* PROBLEM: Collect from the data below each line with "outputs".

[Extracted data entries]
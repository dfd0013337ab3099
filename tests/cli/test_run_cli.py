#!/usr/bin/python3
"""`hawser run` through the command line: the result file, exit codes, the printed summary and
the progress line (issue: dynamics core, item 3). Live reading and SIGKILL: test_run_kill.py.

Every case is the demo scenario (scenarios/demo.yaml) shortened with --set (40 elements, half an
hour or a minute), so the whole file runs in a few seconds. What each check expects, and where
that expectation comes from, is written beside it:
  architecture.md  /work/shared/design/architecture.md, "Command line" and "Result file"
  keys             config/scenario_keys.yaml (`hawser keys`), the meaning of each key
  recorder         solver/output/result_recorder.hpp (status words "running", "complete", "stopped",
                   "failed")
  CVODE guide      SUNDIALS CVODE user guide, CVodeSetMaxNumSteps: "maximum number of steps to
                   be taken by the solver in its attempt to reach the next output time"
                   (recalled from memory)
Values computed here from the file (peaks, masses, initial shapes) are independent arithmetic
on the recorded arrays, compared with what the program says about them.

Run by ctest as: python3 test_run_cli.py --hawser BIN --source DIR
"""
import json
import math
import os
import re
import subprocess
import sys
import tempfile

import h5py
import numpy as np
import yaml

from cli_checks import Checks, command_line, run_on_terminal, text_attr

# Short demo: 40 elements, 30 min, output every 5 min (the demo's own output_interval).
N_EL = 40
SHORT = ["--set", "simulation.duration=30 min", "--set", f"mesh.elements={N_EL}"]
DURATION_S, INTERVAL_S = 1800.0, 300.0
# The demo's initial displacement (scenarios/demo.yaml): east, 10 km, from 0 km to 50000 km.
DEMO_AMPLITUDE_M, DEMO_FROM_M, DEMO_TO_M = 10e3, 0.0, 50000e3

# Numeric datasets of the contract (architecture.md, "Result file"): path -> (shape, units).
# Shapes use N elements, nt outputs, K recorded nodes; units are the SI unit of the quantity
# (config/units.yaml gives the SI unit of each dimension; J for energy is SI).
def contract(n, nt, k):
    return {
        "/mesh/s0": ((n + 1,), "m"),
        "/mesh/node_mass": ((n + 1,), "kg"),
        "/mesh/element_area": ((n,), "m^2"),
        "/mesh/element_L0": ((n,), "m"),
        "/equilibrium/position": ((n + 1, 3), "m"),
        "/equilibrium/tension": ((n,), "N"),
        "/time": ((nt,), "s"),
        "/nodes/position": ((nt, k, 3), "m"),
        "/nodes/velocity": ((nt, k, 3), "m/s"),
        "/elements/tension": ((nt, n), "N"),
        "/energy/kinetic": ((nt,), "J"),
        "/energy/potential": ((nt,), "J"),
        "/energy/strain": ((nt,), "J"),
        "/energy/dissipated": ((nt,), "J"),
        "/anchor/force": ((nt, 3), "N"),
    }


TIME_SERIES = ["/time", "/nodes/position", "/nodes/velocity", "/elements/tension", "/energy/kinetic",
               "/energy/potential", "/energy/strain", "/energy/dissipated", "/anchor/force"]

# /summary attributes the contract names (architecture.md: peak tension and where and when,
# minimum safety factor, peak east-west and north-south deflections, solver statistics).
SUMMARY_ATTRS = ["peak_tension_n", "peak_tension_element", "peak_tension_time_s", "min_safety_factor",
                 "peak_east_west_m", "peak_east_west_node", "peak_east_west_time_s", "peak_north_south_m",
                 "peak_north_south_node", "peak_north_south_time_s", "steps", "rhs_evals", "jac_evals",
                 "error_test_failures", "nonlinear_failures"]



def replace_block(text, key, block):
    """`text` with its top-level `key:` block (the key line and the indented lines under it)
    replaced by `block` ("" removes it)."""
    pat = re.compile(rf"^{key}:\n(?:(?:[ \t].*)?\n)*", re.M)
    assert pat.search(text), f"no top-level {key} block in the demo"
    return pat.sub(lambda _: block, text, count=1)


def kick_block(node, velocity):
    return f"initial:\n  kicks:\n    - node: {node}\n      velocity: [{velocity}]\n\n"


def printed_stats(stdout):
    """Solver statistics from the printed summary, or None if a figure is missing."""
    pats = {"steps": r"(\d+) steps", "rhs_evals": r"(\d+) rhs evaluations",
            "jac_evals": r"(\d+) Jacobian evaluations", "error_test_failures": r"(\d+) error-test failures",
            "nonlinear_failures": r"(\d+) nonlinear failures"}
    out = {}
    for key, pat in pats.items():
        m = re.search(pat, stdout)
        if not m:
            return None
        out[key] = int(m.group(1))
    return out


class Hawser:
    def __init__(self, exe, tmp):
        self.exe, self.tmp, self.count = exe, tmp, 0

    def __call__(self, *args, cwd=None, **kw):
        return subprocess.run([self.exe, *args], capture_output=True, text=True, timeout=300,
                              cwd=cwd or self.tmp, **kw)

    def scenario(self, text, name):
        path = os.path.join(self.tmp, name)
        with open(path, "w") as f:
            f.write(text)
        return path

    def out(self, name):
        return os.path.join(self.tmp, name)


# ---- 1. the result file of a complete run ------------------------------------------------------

...

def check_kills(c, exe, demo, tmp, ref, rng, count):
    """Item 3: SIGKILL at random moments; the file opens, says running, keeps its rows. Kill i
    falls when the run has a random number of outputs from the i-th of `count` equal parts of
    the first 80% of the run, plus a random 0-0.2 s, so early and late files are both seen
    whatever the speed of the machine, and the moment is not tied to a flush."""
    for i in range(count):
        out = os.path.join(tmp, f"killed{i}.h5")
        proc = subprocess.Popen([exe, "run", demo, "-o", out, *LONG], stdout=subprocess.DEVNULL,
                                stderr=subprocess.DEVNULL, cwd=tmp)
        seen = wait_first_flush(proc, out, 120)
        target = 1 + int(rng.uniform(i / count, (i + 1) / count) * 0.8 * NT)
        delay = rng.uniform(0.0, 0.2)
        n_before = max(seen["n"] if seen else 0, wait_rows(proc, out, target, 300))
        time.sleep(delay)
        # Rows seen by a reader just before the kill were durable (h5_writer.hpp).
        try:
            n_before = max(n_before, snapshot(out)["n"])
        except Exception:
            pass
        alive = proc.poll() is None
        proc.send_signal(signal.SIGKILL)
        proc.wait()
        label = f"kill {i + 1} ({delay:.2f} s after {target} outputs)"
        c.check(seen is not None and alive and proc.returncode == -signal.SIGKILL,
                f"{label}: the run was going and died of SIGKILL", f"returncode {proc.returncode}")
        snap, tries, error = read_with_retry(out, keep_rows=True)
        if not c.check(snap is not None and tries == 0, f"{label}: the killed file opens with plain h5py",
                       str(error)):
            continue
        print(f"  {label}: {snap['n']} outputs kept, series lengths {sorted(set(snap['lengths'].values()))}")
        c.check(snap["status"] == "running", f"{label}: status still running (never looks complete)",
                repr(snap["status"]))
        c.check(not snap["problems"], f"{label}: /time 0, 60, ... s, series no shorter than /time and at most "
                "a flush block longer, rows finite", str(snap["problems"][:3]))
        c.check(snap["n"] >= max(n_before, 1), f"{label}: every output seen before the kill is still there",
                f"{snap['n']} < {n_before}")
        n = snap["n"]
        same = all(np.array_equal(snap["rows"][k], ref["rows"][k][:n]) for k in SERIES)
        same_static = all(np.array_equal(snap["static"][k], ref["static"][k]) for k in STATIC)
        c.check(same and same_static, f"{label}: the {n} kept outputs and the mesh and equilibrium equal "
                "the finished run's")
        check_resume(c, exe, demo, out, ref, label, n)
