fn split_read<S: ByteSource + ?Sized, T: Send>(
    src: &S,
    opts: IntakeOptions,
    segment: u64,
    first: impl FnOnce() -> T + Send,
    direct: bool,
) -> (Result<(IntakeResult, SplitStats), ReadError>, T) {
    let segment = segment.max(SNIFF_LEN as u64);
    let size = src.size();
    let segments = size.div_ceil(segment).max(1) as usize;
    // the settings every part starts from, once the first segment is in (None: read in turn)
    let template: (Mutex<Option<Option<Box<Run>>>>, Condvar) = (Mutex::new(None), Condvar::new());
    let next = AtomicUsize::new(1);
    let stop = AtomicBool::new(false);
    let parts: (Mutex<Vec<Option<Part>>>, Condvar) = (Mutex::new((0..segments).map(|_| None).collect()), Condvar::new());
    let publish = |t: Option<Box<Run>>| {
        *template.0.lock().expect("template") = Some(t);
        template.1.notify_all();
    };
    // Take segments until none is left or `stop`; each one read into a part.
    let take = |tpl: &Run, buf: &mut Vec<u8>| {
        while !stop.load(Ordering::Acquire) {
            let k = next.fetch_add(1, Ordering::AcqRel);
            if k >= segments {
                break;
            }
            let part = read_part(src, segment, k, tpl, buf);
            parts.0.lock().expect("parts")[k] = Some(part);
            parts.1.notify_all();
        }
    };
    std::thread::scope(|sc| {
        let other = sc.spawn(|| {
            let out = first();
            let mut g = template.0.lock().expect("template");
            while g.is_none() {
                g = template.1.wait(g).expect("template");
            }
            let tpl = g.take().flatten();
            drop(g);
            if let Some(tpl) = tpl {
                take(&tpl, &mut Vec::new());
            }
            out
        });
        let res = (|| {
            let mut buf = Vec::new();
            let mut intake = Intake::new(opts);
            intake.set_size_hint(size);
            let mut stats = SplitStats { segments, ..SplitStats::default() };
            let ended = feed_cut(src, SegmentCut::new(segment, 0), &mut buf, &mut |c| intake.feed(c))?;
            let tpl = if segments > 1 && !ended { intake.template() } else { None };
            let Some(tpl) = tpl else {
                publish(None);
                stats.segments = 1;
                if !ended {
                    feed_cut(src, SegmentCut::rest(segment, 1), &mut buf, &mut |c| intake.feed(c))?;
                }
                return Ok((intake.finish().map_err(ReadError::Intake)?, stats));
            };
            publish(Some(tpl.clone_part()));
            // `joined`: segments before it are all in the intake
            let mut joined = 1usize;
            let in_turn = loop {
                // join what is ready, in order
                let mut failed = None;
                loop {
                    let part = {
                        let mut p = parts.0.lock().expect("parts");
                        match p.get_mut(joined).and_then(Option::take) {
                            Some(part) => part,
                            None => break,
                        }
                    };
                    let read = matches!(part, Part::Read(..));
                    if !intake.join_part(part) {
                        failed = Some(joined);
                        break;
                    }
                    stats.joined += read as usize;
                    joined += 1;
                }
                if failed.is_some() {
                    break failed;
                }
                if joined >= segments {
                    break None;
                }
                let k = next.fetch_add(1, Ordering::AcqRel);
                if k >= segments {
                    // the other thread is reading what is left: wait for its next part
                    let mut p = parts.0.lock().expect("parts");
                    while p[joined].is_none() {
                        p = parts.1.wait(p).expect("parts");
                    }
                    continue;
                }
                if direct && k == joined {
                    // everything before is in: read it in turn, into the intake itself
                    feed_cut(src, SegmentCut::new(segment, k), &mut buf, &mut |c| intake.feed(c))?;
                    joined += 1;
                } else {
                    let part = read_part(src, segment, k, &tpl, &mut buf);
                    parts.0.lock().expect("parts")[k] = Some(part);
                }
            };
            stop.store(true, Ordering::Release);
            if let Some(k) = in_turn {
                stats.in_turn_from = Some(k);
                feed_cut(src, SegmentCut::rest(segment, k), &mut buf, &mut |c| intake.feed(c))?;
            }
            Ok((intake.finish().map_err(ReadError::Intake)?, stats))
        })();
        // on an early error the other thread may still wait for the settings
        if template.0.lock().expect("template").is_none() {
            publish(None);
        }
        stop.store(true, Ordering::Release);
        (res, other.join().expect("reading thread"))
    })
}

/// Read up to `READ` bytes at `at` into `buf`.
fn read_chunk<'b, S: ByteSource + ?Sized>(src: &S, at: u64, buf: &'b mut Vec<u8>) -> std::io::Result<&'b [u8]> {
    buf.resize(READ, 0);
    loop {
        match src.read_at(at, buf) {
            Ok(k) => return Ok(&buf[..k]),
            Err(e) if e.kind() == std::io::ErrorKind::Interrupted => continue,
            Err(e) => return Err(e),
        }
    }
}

* YOUR RESPONSE:
# Shapes use N elements, nt outputs, K recorded nodes; units are the SI unit of the quantity
    falls when the run has a random number of outputs from the i-th of `count` equal parts of
        label = f"kill {i + 1} ({delay:.2f} s after {target} outputs)"
        print(f"  {label}: {snap['n']} outputs kept, series lengths {sorted(set(snap['lengths'].values()))}")
        c.check(same and same_static, f"{label}: the {n} kept outputs and the mesh and equilibrium equal "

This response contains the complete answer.